• [WORK INSTRUCTION] Repeat only the stretch of lines below that runs from the line with "from __future__ import annotations" through the line with "pitch and minor", unaltered.

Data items

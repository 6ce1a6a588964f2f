"""``shopterm calc limits SPEC``: the limits of size of one thread."""

from __future__ import annotations

from shopterm.commands import add_json_option, add_units_option, emit_json, length_out, print_table
from shopterm.standards import cautions, parse
from shopterm.standards import limits as thread_limits
from shopterm.standards.spec import Limits
from shopterm.units import format_length


def register(subparsers) -> None:
    p = subparsers.add_parser("limits", help="limits of size of a thread",
                              description="Major, pitch and minor diameter limits of a thread.")
    p.add_argument("spec", metavar="SPEC", help="designation, e.g. M10x1.5-6g or '1/4-20 UNC-2A'")
    p.add_argument("--internal", action="store_const", const="internal", dest="kind",
                   help="an internal thread (where the class does not say so)")
    add_units_option(p)
    add_json_option(p)
    p.set_defaults(func=run)


def limits_dict(lim: Limits, unit: str) -> dict:
    """Return the limits as the JSON object ``calc limits --json`` prints."""
    spec = lim.spec
    return {
        "designation": spec.designation,
        "form_angle_deg": spec.form.angle_deg,
        "kind": spec.kind,
        "units": unit,
        "pitch": length_out(spec.pitch, unit),
        "lead": length_out(spec.lead, unit),
        "starts": spec.starts,
        "tpi": spec.tpi,
        "major": {"max": length_out(lim.major_max, unit), "min": length_out(lim.major_min, unit)},
        "pitch_diameter": {"max": length_out(lim.pd_max, unit), "min": length_out(lim.pd_min, unit)},
        "minor": {"max": length_out(lim.minor_max, unit), "min": length_out(lim.minor_min, unit)},
        "depth": length_out(lim.depth, unit),
        "lead_angle_deg": round(lim.lead_angle_deg, 4),
        "clearance": length_out(lim.clearance, unit),
        "tip_flat": length_out(lim.tip_flat, unit),
        "taper": taper_dict(lim.taper, unit),
        "notes": list(lim.notes),
    }


def taper_dict(taper, unit: str) -> dict | None:
    """Return a tapered thread's taper as ``calc limits --json`` prints it (None: parallel)."""
    if taper is None:
        return None
    return {"per_unit_on_diameter": taper.per_unit_on_diameter,
            "half_angle_deg": round(taper.half_angle_deg, 6),
            "gauge_plane_from_end": length_out(taper.gauge_plane_from_end, unit),
            "gauge_plane_tolerance": length_out(taper.gauge_plane_tolerance, unit),
            "gauge_diameter": length_out(taper.gauge_diameter, unit),
            "E0": length_out(taper.E0, unit), "E1": length_out(taper.E1, unit),
            "L1": length_out(taper.L1, unit), "L2": length_out(taper.L2, unit),
            "L3": length_out(taper.L3, unit)}


def taper_lines(taper, f, f_pd) -> list[str]:
    """Return the text lines ``calc limits`` prints for a taper (none for a parallel thread);
    ``f`` formats a length, ``f_pd`` E0 and E1 (printed one place finer by ASME B1.20.1)."""
    if taper is None:
        return []
    where = (f"{f(taper.gauge_plane_from_end)} from the small end"
             if taper.gauge_plane_from_end else "at the face of the fitting")
    out = [f"taper {taper.per_unit_on_diameter:g} on diameter ({taper.half_angle_deg:.4f}° to "
           f"the axis); gauge plane {where}, ± {f(taper.gauge_plane_tolerance)}"]
    sizes = [(name, getattr(taper, attr)) for name, attr in
             (("gauge diameter", "gauge_diameter"), ("E0", "E0"), ("E1", "E1"), ("L1", "L1"),
              ("L2", "L2"), ("L3", "L3")) if getattr(taper, attr) is not None]
    out.append("   ".join(f"{name} {(f_pd if name in ('E0', 'E1') else f)(v)}"
                           for name, v in sizes))
    return out


def run(args) -> int:
    spec = parse(args.spec, kind=args.kind)
    lim = thread_limits(spec)
    unit = args.units or spec.native_unit
    if args.json:
        emit_json(limits_dict(lim, unit))
        return 0
    res = 0.001 if unit == "mm" else 0.0001

    def f(v):
        return "—" if v is None else format_length(v, unit, res, suffix=False)

    print(f"{spec.designation}  ({spec.kind}, {spec.form.angle_deg:g}° form, "
          f"{'%g tpi' % spec.tpi if spec.tpi else 'P %s' % f(spec.pitch)}"
          f"{', lead ' + f(spec.lead) if spec.starts > 1 else ''})  [{unit}]")
    print_table([("major", f(lim.major_max), f(lim.major_min)),
                 ("pitch diameter", f(lim.pd_max), f(lim.pd_min)),
                 ("minor", f(lim.minor_max), f(lim.minor_min))], header=("", "max", "min"))
    print(f"basic depth {f(lim.depth)}   lead angle {lim.lead_angle_deg:.2f}°")
    for line in taper_lines(lim.taper, f, lambda v: format_length(v, unit, res / 10,
                                                                  suffix=False)):
        print(line)
    for note in lim.notes:
        print(f"note: {note}")
    for caution in cautions(spec):
        print(f"caution: {caution}")
    return 0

• [TASK RESULT]
from __future__ import annotations

from shopterm.commands import add_json_option, add_units_option, emit_json, length_out, print_table
from shopterm.standards import cautions, parse
from shopterm.standards import limits as thread_limits
from shopterm.standards.spec import Limits
from shopterm.units import format_length


def register(subparsers) -> None:
    p = subparsers.add_parser("limits", help="limits of size of a thread",
                              description="Major, pitch and minor diameter limits of a thread.")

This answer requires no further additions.